▸ Assignment
Show each line of the records in which the word "widest" occurs.

################

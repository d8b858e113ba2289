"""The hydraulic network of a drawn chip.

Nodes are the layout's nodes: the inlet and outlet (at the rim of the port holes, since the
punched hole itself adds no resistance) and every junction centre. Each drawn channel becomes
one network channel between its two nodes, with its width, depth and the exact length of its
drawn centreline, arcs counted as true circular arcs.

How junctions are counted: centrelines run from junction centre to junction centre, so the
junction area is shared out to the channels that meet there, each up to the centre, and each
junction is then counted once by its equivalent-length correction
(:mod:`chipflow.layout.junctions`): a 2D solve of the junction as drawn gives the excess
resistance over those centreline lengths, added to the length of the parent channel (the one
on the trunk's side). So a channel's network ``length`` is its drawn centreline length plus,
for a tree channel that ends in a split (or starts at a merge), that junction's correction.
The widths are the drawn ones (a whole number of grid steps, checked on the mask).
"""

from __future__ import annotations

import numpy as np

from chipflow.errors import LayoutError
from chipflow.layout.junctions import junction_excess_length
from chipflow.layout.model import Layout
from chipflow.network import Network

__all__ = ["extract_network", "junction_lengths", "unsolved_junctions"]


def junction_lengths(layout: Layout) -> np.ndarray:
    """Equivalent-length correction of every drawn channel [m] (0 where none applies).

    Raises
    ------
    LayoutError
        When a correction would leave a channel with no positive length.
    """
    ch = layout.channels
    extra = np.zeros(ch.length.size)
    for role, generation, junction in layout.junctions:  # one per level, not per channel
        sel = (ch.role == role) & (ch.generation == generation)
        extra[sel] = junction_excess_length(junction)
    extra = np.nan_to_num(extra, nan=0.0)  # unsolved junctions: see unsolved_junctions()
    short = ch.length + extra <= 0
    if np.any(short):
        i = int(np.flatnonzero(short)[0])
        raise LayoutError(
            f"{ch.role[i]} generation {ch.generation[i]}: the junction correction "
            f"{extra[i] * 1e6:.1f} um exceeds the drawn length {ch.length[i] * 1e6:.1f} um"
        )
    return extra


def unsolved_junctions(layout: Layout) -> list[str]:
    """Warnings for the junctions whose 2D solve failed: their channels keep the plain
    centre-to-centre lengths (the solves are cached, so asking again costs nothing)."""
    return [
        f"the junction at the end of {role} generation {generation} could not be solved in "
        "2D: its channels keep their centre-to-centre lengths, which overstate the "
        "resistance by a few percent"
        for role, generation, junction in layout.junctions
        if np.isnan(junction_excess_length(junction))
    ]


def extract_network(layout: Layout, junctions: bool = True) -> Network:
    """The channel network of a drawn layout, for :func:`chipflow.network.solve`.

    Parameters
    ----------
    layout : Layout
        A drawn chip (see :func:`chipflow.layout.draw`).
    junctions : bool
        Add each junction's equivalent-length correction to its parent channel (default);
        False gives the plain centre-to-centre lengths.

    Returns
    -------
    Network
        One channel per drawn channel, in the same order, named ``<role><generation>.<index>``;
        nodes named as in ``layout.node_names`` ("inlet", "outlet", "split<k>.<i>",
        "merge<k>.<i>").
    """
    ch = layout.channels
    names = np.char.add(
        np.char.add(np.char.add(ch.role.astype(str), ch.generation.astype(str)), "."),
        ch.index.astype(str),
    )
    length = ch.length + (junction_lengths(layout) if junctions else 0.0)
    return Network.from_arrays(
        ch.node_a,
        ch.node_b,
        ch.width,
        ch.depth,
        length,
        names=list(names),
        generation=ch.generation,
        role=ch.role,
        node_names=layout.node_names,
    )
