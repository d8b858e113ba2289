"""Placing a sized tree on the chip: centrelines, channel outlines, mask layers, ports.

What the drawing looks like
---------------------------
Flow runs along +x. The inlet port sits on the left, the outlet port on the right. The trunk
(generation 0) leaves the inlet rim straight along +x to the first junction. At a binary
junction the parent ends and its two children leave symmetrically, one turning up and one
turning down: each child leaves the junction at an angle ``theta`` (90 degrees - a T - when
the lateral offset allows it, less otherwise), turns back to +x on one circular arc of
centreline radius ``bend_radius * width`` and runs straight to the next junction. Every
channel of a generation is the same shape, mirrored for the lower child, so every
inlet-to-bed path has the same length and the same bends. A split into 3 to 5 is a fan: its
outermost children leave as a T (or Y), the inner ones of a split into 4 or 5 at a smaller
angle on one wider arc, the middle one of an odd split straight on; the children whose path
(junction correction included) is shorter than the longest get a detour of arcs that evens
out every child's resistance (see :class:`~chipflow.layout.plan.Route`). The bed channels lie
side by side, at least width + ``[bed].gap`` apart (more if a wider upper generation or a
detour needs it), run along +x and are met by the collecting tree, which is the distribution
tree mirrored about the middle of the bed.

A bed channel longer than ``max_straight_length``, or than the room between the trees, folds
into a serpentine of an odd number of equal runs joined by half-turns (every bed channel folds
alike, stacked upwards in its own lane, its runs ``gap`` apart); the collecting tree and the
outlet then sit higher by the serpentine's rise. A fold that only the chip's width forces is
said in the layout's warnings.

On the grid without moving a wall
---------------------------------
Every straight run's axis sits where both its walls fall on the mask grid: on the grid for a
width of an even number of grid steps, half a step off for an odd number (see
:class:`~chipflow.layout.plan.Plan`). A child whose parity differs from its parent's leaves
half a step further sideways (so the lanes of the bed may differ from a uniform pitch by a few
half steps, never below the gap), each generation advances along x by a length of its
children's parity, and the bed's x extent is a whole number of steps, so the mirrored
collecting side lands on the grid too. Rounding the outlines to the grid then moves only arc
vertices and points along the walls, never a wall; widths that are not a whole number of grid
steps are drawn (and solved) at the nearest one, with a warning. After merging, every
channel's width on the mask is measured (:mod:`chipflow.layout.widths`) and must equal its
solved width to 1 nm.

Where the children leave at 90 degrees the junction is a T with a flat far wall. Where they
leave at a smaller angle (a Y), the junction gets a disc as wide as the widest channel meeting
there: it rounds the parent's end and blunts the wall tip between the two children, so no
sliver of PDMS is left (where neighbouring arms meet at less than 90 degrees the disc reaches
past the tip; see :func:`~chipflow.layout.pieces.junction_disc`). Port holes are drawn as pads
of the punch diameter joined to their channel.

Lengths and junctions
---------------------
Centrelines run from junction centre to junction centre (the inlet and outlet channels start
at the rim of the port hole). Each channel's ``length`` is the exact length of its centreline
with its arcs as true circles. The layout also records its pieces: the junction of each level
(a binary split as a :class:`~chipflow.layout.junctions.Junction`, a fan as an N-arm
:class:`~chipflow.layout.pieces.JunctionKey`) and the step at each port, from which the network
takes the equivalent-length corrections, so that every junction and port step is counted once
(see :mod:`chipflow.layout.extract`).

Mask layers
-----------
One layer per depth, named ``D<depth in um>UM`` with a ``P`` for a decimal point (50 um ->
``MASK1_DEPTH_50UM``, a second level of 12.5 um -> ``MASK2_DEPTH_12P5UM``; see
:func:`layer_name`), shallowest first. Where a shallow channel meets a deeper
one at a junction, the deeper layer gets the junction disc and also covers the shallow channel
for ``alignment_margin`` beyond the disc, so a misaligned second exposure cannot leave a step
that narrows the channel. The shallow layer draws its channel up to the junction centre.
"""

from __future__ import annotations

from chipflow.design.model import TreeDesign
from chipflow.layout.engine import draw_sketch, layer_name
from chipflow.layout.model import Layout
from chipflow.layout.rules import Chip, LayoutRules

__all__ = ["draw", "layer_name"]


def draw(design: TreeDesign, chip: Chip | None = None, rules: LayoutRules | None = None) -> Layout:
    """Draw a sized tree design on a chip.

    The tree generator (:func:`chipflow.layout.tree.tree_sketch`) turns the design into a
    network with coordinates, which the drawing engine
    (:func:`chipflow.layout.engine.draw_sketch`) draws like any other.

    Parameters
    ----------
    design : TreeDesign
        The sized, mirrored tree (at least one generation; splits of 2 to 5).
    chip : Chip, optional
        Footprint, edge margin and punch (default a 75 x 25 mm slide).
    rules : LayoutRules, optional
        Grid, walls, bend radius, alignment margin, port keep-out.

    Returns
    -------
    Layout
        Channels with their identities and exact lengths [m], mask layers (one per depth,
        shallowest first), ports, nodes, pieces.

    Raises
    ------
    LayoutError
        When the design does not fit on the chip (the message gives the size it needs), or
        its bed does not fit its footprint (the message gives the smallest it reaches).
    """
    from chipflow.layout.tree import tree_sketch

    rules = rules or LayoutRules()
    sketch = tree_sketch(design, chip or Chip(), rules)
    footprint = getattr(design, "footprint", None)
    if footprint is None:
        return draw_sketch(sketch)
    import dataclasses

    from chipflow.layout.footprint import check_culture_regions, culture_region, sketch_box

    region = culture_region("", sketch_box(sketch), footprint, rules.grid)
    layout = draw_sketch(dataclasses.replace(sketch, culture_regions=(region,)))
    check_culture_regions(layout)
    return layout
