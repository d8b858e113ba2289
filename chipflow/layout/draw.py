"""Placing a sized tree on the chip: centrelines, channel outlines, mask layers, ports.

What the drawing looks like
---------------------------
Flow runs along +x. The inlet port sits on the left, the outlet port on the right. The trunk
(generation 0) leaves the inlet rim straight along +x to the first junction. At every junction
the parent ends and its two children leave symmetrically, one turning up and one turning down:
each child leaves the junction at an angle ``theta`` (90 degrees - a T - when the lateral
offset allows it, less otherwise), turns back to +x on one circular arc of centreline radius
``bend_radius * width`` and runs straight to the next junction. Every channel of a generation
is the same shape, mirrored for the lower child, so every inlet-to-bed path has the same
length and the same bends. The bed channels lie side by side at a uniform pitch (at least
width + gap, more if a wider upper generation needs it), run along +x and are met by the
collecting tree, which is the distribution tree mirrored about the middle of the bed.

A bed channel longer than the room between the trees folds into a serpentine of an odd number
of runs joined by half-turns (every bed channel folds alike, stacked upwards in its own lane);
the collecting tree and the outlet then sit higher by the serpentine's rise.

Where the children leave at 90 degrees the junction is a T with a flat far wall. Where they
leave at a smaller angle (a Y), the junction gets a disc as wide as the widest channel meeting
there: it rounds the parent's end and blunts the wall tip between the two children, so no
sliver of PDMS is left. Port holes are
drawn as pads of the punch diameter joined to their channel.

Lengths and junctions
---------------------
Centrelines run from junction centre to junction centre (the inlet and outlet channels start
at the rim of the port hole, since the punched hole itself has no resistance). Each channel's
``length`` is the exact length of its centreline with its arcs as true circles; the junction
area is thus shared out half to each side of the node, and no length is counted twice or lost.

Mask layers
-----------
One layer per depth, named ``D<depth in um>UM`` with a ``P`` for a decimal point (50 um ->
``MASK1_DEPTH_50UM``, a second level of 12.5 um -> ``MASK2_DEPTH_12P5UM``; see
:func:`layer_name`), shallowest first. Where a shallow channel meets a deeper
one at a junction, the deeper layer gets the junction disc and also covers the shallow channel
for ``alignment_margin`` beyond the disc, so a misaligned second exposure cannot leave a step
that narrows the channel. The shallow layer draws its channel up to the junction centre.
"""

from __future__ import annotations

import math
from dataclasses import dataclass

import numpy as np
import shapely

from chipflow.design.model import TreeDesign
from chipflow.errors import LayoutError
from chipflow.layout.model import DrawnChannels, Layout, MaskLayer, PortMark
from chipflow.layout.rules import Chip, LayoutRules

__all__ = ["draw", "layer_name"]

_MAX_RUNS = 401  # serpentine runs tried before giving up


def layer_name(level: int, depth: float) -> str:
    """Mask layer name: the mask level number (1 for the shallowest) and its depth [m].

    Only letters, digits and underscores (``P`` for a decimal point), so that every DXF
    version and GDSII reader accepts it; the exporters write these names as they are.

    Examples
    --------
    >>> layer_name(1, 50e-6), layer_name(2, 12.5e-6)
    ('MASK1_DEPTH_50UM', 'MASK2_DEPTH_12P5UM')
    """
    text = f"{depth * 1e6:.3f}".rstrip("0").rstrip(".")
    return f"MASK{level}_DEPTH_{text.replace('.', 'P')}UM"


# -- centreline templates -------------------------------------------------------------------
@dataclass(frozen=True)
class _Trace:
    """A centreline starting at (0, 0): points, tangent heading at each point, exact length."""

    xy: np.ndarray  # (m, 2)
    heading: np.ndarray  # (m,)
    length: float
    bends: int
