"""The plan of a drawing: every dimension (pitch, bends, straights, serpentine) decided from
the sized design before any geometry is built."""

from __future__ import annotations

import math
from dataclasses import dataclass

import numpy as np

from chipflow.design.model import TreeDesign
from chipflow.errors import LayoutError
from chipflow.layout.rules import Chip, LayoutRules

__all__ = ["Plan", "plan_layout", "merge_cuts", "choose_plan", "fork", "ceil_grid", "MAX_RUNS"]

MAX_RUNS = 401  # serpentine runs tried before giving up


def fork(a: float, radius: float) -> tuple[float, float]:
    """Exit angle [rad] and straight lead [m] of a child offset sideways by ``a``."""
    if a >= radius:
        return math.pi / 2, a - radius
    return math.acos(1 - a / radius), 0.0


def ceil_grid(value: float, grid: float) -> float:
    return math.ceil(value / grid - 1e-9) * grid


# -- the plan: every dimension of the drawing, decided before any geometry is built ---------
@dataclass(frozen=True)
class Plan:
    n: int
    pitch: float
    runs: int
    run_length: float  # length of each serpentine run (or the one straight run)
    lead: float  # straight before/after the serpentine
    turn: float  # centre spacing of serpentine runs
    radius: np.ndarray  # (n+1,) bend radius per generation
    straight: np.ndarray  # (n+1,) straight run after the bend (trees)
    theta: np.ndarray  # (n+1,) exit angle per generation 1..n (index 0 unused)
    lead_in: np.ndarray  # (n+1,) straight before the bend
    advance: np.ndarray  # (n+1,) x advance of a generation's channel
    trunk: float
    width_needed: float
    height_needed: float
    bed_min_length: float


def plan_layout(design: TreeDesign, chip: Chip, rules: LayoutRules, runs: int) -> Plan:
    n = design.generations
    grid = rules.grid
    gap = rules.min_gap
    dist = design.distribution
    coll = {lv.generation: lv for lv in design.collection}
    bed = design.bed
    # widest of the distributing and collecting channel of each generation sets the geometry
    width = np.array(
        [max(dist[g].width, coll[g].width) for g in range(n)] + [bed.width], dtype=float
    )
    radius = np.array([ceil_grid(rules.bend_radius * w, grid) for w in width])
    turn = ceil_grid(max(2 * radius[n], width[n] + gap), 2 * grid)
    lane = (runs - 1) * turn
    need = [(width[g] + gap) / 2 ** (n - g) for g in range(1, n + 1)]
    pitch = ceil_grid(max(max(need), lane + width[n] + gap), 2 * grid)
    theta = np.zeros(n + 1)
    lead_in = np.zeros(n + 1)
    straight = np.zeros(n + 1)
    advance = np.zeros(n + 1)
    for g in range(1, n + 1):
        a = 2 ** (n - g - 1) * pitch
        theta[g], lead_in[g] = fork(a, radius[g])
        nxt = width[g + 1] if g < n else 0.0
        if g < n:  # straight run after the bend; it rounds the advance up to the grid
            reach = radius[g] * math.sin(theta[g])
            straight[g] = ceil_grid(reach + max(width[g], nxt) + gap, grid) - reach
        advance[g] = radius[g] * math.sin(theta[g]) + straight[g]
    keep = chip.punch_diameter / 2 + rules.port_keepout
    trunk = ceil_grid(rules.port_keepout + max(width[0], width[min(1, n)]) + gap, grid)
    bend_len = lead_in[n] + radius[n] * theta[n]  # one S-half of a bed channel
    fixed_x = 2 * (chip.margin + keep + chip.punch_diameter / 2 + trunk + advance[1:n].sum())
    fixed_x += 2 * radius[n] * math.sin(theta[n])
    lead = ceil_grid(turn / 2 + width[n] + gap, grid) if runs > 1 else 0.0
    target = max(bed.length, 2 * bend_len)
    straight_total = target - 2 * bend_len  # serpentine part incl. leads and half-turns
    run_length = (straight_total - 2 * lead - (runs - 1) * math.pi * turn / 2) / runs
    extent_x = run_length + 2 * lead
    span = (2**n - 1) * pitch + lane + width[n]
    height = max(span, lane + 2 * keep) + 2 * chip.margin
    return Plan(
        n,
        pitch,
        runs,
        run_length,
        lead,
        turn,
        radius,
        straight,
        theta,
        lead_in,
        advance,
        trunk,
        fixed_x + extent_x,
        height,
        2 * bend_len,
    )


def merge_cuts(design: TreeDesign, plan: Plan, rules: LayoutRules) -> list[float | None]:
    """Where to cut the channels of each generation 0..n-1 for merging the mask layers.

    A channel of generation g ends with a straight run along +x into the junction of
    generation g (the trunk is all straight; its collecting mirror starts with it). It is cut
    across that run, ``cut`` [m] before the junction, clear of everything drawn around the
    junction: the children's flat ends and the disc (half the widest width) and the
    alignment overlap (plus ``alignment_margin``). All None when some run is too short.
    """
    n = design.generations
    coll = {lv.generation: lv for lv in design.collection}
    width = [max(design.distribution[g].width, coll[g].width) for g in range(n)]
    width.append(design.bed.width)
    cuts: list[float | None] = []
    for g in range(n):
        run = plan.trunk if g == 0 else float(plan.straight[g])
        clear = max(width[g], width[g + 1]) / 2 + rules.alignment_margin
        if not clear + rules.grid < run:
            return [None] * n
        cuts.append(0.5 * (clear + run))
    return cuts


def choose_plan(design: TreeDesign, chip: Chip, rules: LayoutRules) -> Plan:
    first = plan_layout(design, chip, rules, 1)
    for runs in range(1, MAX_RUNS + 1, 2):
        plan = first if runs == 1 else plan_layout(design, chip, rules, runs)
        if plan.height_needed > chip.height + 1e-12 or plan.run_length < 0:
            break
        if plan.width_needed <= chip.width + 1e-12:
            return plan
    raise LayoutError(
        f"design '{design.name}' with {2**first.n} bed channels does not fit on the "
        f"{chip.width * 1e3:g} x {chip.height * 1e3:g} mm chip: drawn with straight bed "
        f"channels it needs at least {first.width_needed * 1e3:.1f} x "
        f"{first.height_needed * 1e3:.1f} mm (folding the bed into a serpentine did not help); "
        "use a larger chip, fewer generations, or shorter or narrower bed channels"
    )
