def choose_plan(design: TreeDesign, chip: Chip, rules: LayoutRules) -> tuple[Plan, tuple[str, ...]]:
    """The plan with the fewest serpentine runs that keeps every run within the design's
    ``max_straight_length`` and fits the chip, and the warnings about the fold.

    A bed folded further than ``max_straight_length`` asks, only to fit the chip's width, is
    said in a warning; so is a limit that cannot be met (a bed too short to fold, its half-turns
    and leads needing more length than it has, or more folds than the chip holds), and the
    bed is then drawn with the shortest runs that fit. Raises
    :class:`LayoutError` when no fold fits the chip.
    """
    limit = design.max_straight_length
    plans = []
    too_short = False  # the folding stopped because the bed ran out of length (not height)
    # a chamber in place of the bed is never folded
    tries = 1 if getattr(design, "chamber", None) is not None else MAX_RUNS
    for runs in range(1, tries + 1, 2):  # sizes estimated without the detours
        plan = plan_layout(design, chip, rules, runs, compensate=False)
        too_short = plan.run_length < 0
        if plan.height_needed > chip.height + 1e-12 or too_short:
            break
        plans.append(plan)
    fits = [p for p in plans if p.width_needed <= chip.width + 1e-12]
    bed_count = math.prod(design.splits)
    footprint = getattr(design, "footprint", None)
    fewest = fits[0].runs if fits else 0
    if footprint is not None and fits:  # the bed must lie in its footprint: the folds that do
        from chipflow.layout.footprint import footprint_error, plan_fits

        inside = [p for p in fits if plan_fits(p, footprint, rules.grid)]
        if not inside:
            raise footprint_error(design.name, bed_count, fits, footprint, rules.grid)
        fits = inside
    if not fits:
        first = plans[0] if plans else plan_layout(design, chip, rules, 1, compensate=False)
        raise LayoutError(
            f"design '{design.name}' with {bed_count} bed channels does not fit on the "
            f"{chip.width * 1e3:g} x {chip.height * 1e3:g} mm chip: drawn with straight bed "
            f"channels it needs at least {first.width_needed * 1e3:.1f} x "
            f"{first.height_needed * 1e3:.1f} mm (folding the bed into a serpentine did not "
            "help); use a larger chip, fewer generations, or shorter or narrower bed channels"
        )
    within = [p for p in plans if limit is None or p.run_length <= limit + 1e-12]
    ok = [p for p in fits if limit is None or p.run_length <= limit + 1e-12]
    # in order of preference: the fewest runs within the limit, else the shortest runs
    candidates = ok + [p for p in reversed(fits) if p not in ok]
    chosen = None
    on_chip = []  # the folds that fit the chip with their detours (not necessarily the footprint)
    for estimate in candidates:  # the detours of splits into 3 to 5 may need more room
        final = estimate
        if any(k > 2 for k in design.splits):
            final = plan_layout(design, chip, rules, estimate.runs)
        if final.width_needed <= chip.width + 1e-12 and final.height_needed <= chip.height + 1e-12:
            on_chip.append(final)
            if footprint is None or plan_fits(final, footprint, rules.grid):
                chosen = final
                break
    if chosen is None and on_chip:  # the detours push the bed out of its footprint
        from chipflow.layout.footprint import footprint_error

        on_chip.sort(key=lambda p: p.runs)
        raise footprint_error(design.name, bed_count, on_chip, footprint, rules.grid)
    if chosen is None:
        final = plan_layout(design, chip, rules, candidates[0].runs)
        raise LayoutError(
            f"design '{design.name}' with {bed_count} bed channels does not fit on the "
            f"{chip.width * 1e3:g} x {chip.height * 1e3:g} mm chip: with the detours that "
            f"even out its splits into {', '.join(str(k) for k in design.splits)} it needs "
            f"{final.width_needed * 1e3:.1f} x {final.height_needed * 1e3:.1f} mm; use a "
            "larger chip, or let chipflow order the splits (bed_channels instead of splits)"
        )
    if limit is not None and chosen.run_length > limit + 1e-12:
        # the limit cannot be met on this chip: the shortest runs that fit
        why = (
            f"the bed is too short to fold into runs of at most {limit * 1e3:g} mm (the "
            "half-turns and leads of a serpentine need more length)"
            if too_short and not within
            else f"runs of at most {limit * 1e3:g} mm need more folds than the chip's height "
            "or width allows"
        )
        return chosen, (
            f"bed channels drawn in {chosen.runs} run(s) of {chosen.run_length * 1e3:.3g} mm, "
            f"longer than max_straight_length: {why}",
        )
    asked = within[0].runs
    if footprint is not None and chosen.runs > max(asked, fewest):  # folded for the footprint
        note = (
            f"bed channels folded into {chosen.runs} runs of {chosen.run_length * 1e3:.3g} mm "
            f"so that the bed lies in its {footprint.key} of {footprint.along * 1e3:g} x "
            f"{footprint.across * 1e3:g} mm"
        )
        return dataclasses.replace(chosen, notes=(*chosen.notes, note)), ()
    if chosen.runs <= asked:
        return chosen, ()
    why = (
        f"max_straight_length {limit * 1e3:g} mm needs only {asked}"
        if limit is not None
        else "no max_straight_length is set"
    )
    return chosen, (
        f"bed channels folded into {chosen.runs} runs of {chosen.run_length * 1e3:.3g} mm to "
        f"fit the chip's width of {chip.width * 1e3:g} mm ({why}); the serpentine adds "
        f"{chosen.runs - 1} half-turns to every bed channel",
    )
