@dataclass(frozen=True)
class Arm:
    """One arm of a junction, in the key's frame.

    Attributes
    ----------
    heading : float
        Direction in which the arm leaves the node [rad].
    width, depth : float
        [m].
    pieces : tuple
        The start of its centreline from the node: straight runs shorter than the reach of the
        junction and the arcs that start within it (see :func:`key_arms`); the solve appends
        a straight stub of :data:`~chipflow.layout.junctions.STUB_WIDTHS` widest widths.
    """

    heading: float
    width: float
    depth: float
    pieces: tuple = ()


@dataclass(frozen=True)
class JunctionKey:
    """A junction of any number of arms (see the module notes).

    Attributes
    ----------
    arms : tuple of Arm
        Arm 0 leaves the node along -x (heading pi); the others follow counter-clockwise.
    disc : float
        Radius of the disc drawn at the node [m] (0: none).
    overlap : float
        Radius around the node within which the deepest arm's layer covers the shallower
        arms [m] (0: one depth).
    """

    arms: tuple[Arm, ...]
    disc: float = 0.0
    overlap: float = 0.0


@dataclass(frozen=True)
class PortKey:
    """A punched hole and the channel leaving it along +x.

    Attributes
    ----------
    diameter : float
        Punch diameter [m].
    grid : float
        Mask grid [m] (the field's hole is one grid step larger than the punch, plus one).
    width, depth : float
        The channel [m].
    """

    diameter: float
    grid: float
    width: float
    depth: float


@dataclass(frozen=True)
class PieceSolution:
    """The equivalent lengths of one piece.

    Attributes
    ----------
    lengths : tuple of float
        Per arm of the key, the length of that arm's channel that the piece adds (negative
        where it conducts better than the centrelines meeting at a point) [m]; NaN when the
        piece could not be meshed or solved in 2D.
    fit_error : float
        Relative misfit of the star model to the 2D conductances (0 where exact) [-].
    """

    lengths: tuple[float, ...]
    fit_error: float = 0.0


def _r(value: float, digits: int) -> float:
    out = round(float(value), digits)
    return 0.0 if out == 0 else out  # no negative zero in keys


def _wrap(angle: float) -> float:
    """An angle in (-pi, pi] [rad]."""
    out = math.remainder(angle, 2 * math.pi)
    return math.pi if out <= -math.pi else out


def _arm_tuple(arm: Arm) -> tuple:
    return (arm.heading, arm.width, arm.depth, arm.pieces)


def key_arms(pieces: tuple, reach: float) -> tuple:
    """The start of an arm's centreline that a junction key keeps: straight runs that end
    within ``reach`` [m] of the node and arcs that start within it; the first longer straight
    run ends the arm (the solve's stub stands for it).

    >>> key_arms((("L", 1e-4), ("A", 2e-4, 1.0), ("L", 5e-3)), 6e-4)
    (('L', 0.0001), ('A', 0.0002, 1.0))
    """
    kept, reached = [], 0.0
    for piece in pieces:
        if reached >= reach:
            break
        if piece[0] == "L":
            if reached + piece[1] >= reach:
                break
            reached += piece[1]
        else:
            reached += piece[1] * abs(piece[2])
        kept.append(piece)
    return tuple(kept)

################

▸ Answer area
leave at a smaller angle (a Y), the junction gets a disc as wide as the widest channel meeting
leave at a smaller angle (a Y), the junction gets a disc as wide as the widest channel meeting
    # widest of the distributing and collecting channel of each generation sets the geometry
    junction: the children's flat ends and the disc (half the widest width) and the
        a straight stub of :data:`~chipflow.layout.junctions.STUB_WIDTHS` widest widths.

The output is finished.